Suggest some responses to the challenges of religious experiences

A

-Just because experiences can be explained medically or psychologically does not mean they are not real
-Ineffability is a key characteristic of mystical experiences in all religions. They are difficult to investigate, but that doesn’t mean they are false.

61
Q

What does Swinburne say on the probability of God existing?

A

Swinburne says our experiences of the world suggest that God probably exists and religious experiences are part of this probability argument.

62
Q

How does Swinburne come up with the principle of credulity ?

A

Swinburne begins by talking about our ordinary sense experiences, and then moves from these to religious experiences, which is an interesting leap.

63
Q

How does Swinburne come to the conclusion in the principle of credulity?

A

-Having an experience of seeing a chair or a table, or of listening to a lecture, is good evidence that I do experience seeing the table and the chair and listening to the lecture.
-From this, Swinburne concludes the following: if it seems… to someone that ‘x’ is present, then ‘x’ probably is present; ‘what one seems to perceive is probably so.’

64
Q

What does Swinburne say?

A

‘From this it would follow that, in the absence of special considerations, all religious experiences ought to be taken by their subjects as genuine’

65
Q

What are the special considerations for the principle of credulity?

A

-the reliability of the claim
-the truth of the claim
-the difficulty of showing that God was present in the experience
-the possibility that what is claimed can be accounted for in other ways.

66
Q

Explain the special consideration of the reliability of the claim.

A

If someone has lied in the past, this is a good basis for presuming they could be lying again

67
Q

Explain the special consideration of the truth of the claim.

A

If somebody makes unlikely perceptual claims, such as being able to read text of the size you are reading now at a distance of 100 yards, then his claims about a religious experience are not likely to be true.

68
Q

Explain the special consideration of the difficulty of showing that God was present in the experience.

A

The third is the difficulty of showing that God was present in the experience.
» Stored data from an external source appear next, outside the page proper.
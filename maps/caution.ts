/**
 * The safety caution shown with every exported map (C header comment, docs, UI footer).
 * One text, one place, so no export path can drop or reword it.
 */
export const SAFETY_CAUTION: readonly string[] = [
  'SAFETY CAUTION',
  'The vehicle physics used to check this map is an estimate, not a measurement.',
  'A map must be proven on a closed course before it is used on public roads.',
  'Local regulations, the vehicle maker\'s functional-safety process and licensed',
  'engineering practice come first; this file does not replace any of them.',
]
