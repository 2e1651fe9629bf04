/**
 * Number ↔ text, the one set of formatters: exact (files must round-trip bit for bit), human
 * (messages and labels), cell (grid text that pastes back into a spreadsheet) and table (figures
 * where a missing value shows as a dash).
 */

/**
 * Shortest text that reads back to the same double (ECMAScript `String(n)` already gives the
 * shortest round-trip digits). -0 is written as "-0" so even its sign survives a round trip.
 * @example formatExact(0.1) // "0.1";  formatExact(1e21) // "1e+21"
 */
export function formatExact(n: number): string {
  return Object.is(n, -0) ? '-0' : String(n)
}

export { parseExact } from '../physics/decimal'

const formats = new Map<string, Intl.NumberFormat>()
function format(n: number, digits: number, grouping: boolean): string {
  const key = `${digits}:${grouping}`
  let f = formats.get(key)
  if (!f) formats.set(key, (f = new Intl.NumberFormat('en-US', { maximumFractionDigits: digits, useGrouping: grouping })))
  return f.format(n)
}

/**
 * Number for messages and labels: thousands separators, at most `digits` decimals (default 1).
 * @example humanNumber(2400) // "2,400";  humanNumber(12.345) // "12.3"
 */
export function humanNumber(n: number, digits = 1): string {
  return Number.isFinite(n) ? format(n, digits, true) : String(n)
}

/**
 * Number for a grid cell: no grouping, at most one decimal, so a copied block pastes back into any spreadsheet as numbers.
 * @example cellNumber(7374.93) // "7374.9"
 */
export function cellNumber(n: number): string {
  return Number.isFinite(n) ? format(n, 1, false) : String(n)
}

/**
 * Number for tables of figures: like humanNumber, but a missing (non-finite) value is a dash.
 * @example tableNumber(1234.56, 0) // "1,235";  tableNumber(NaN) // "—"
 */
export function tableNumber(n: number, digits = 1): string {
  return Number.isFinite(n) ? format(n, digits, true) : '—'
}
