/**
 * Shared reporter for the benchmarks: one printed line per figure, and the figures written to
 * docs/benchmarks.json. A benchmark only prints and records; it never fails a run.
 */
import fs from 'node:fs'
import os from 'node:os'
import path from 'node:path'
import { fileURLToPath, pathToFileURL } from 'node:url'

/** A target: the value must be at most / at least `limit`. */
export interface Target { op: '<=' | '<' | '>=' | '>'; limit: number }

/** One measured figure. */
export interface Figure {
  bench: string
  name: string
  value: number
  unit: string
  target?: Target
  met?: boolean
  note?: string
}

export interface BenchResult { bench: string; figures: Figure[]; notes?: string[] }

export const ROOT = path.resolve(path.dirname(fileURLToPath(import.meta.url)), '..', '..')
/** The production build's folder (NEXT_DIST_DIR lets several worktrees' builds live side by side, as next.config.ts does). */
export const DIST_DIR = path.join(ROOT, process.env.NEXT_DIST_DIR || '.next')
export const RESULTS_FILE = path.join(ROOT, 'docs', 'benchmarks.json')

function meets(value: number, t: Target): boolean {
  switch (t.op) {
    case '<=': return value <= t.limit
    case '<': return value < t.limit
    case '>=': return value >= t.limit
    case '>': return value > t.limit
  }
}

/** Builds a figure, deciding met/missed when there is a target. */
export function figure(bench: string, name: string, value: number, unit: string, target?: Target, note?: string): Figure {
  const f: Figure = { bench, name, value: round(value), unit }
  if (target) { f.target = target; f.met = meets(value, target) }
  if (note) f.note = note
  return f
}

/** Four significant digits are plenty on a shared, noisy machine. */
export function round(x: number): number {
  if (!Number.isFinite(x) || x === 0) return x
  const d = Math.max(0, 3 - Math.floor(Math.log10(Math.abs(x))))
  return Number(x.toFixed(Math.min(d, 9)))
}

export function median(xs: readonly number[]): number {
  if (xs.length === 0) return NaN
  const s = [...xs].sort((a, b) => a - b)
  const m = s.length >> 1
  return s.length % 2 ? s[m] : (s[m - 1] + s[m]) / 2
}

/** The p-th percentile (0–100) by nearest rank. */
export function percentile(xs: readonly number[], p: number): number {
  if (xs.length === 0) return NaN
  const s = [...xs].sort((a, b) => a - b)
  return s[Math.min(s.length - 1, Math.max(0, Math.ceil((p / 100) * s.length) - 1))]
}

export function formatFigure(f: Figure): string {
  const t = f.target ? `  (target ${f.target.op} ${f.target.limit} ${f.unit}: ${f.met ? 'target met' : 'target missed'})` : ''
  return `${f.bench.padEnd(16)} ${f.name.padEnd(44)} ${String(f.value).padStart(12)} ${f.unit}${t}${f.note ? `  — ${f.note}` : ''}`
}

export function printResult(r: BenchResult): void {
  for (const f of r.figures) console.log(formatFigure(f))
  for (const n of r.notes ?? []) console.log(`${r.bench.padEnd(16)} note: ${n}`)
}

interface ResultsFile { generatedAt: string; node: string; platform: string; cpus: number; benches: Record<string, BenchResult & { ranAt: string }> }

/** Merges results into docs/benchmarks.json (a benchmark run alone replaces only its own entry). */
export function writeResults(results: readonly BenchResult[]): void {
  let file: ResultsFile | null = null
  try { file = JSON.parse(fs.readFileSync(RESULTS_FILE, 'utf8')) as ResultsFile } catch { file = null }
  const now = new Date().toISOString()
  const benches = { ...(file?.benches ?? {}) }
  for (const r of results) benches[r.bench] = { ...r, ranAt: now }
  const out: ResultsFile = { generatedAt: now, node: process.version, platform: `${process.platform}-${process.arch}`, cpus: availableCpus(), benches }
  fs.mkdirSync(path.dirname(RESULTS_FILE), { recursive: true })
  fs.writeFileSync(RESULTS_FILE, JSON.stringify(out, null, 2) + '\n')
}

function availableCpus(): number {
  return os.availableParallelism()
}

/** True when the module at `metaUrl` is the script node was started with. */
export function isMain(metaUrl: string): boolean {
  const entry = process.argv[1]
  return !!entry && pathToFileURL(path.resolve(entry)).href === metaUrl
}

/** Runs one benchmark as a script: print, record, always exit 0 (a failure to measure is printed, not thrown). */
export async function runStandalone(bench: string, run: () => Promise<BenchResult>): Promise<void> {
  try {
    const r = await run()
    printResult(r)
    writeResults([r])
  } catch (e) {
    console.error(`${bench}: could not measure: ${e instanceof Error ? e.stack ?? e.message : String(e)}`)
  }
  process.exit(0)
}

/** Wall-clock milliseconds. */
export const now = (): number => performance.now()
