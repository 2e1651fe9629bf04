/**
 * Display units, one module for the grid, the plots and the finding messages. Tables are always
 * stored in N·m and km/h; the display converts on the way out (and typed values on the way back
 * in) with the exact factors of physics/units.ts, so a unit switch never changes a stored number.
 */
import { kmhToMph, lbfFtToNm, mphToKmh, nmToLbfFt } from '../physics/units'

export const UNIT_SYSTEMS = ['metric', 'imperial'] as const
export type UnitSystem = (typeof UNIT_SYSTEMS)[number]

export interface UnitSet {
  system: UnitSystem
  /** Unit labels as shown. */
  torque: string
  speed: string
  /** Stored N·m → shown torque, and back. */
  torqueOut: (nm: number) => number
  torqueIn: (shown: number) => number
  /** Stored km/h → shown speed, and back. */
  speedOut: (kmh: number) => number
  speedIn: (shown: number) => number
}

const same = (v: number) => v

export const UNITS: Readonly<Record<UnitSystem, UnitSet>> = {
  metric: { system: 'metric', torque: 'N·m', speed: 'km/h', torqueOut: same, torqueIn: same, speedOut: same, speedIn: same },
  imperial: { system: 'imperial', torque: 'lbf·ft', speed: 'mph', torqueOut: nmToLbfFt, torqueIn: lbfFtToNm, speedOut: kmhToMph, speedIn: mphToKmh },
}

/** A unit system from a query value; anything else is metric. @example unitSystem('imperial') // 'imperial' */
export const unitSystem = (v: string | null | undefined): UnitSystem => (v === 'imperial' ? 'imperial' : 'metric')
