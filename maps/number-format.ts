/**
 * Number ↔ text, two ways: exact (files must round-trip bit for bit) and human (messages).
 */

/**
 * Shortest text that reads back to the same double (ECMAScript `String(n)` already gives the
 * shortest round-trip digits). -0 is written as "-0" so even its sign survives a round trip.
 * @example formatExact(0.1) // "0.1";  formatExact(1e21) // "1e+21"
 */
export function formatExact(n: number): string {
  return Object.is(n, -0) ? '-0' : String(n)
}

// Plain decimal or scientific notation only: no hex, no "Infinity", no empty string, which
// `Number()` would silently accept (Number('') === 0 is exactly the silent error to avoid).
const DECIMAL = /^[+-]?(\d+\.?\d*|\.\d+)([eE][+-]?\d+)?$/

/**
 * Parse one cell strictly; `undefined` when the text is not a finite decimal number.
 * @example parseExact(' 12.5 ') // 12.5;  parseExact('abc') // undefined;  parseExact('1e999') // undefined
 */
export function parseExact(text: string): number | undefined {
  const s = text.trim()
  if (!DECIMAL.test(s)) return undefined
  const n = Number(s)
  return Number.isFinite(n) ? n : undefined
}

const human = new Intl.NumberFormat('en-US', { maximumFractionDigits: 1 })

/**
 * Number for messages: thousands separators, at most one decimal.
 * @example humanNumber(2400) // "2,400";  humanNumber(12.345) // "12.3"
 */
export function humanNumber(n: number): string {
  return Number.isFinite(n) ? human.format(n) : String(n)
}

/**
 * Which pedal row, in the words a calibration engineer uses.
 * @example rowLabel('regen', 0) // "at 0 % brake pedal (lift-off)"
 */
export function rowLabel(kind: 'drive' | 'regen', pedalPct: number): string {
  const pedal = kind === 'regen' ? (pedalPct === 0 ? 'brake pedal (lift-off)' : 'brake pedal') : 'pedal'
  return `at ${humanNumber(pedalPct)} % ${pedal}`
}

/**
 * Where a cell is.
 * @example cellLabel('drive', 40, 20) // "at 40 % pedal, 20 km/h"
 *          cellLabel('regen', 0, 60)  // "at 0 % brake pedal (lift-off), 60 km/h"
 */
export function cellLabel(kind: 'drive' | 'regen', pedalPct: number, speedKmh: number): string {
  return `${rowLabel(kind, pedalPct)}, ${humanNumber(speedKmh)} km/h`
}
How can the experiencer do this?

69
Q

Explain the special consideration of the possibility that what is claimed can be accounted for in other ways.

A

To use an example from what we have said about scientific challenges to religious experiences, someone who claims to have had a religious experience may be suffering from TLE.

70
Q

What are Swinburne’s rejections of the special considerations?

A

-Just because someone has lied in the past, this does not mean that they are Iving now about having a religious experience.
-Again, someone making one claim that is false does not mean that any claim to a religious experience is likely to be untrue.
-God is presumably everywhere, so rather than the onus being on the experiencer to show that God was present, the onus is on the doubter to show that he was not.
-As the Creator, God underpins all processes including those that go on in the brain, so if Go causes an experience through the temporal lobes that would be perfectly normal (as William James would argue).

71
Q

What is the principle of testimony?

A

-The counterpart to the Principle of Credulity.
-Swinburne argues that: ‘the experiences of others are (probably) as they report them’:
- if someone tells us they have had a religious experience, it they are normally reliable and honest in what they say, we should believe them
-Again, it is the sceptic’s job to show that religious experiences should be rejected rather than the believer’s job to show that they are true.

72
Q

What are Swinburne’s conclusions?

A

-Someone who has had a religious experience of what seems to be God has, by the Principle of Credulity, good reason for believing that there is a God.
-The testimony of others who report similar experiences supports such a claim.
-Without religious experience, the probability of the existence of God is about 50/50. If we add the testimony of religious experience, it becomes greater than 50/50. God probably exists.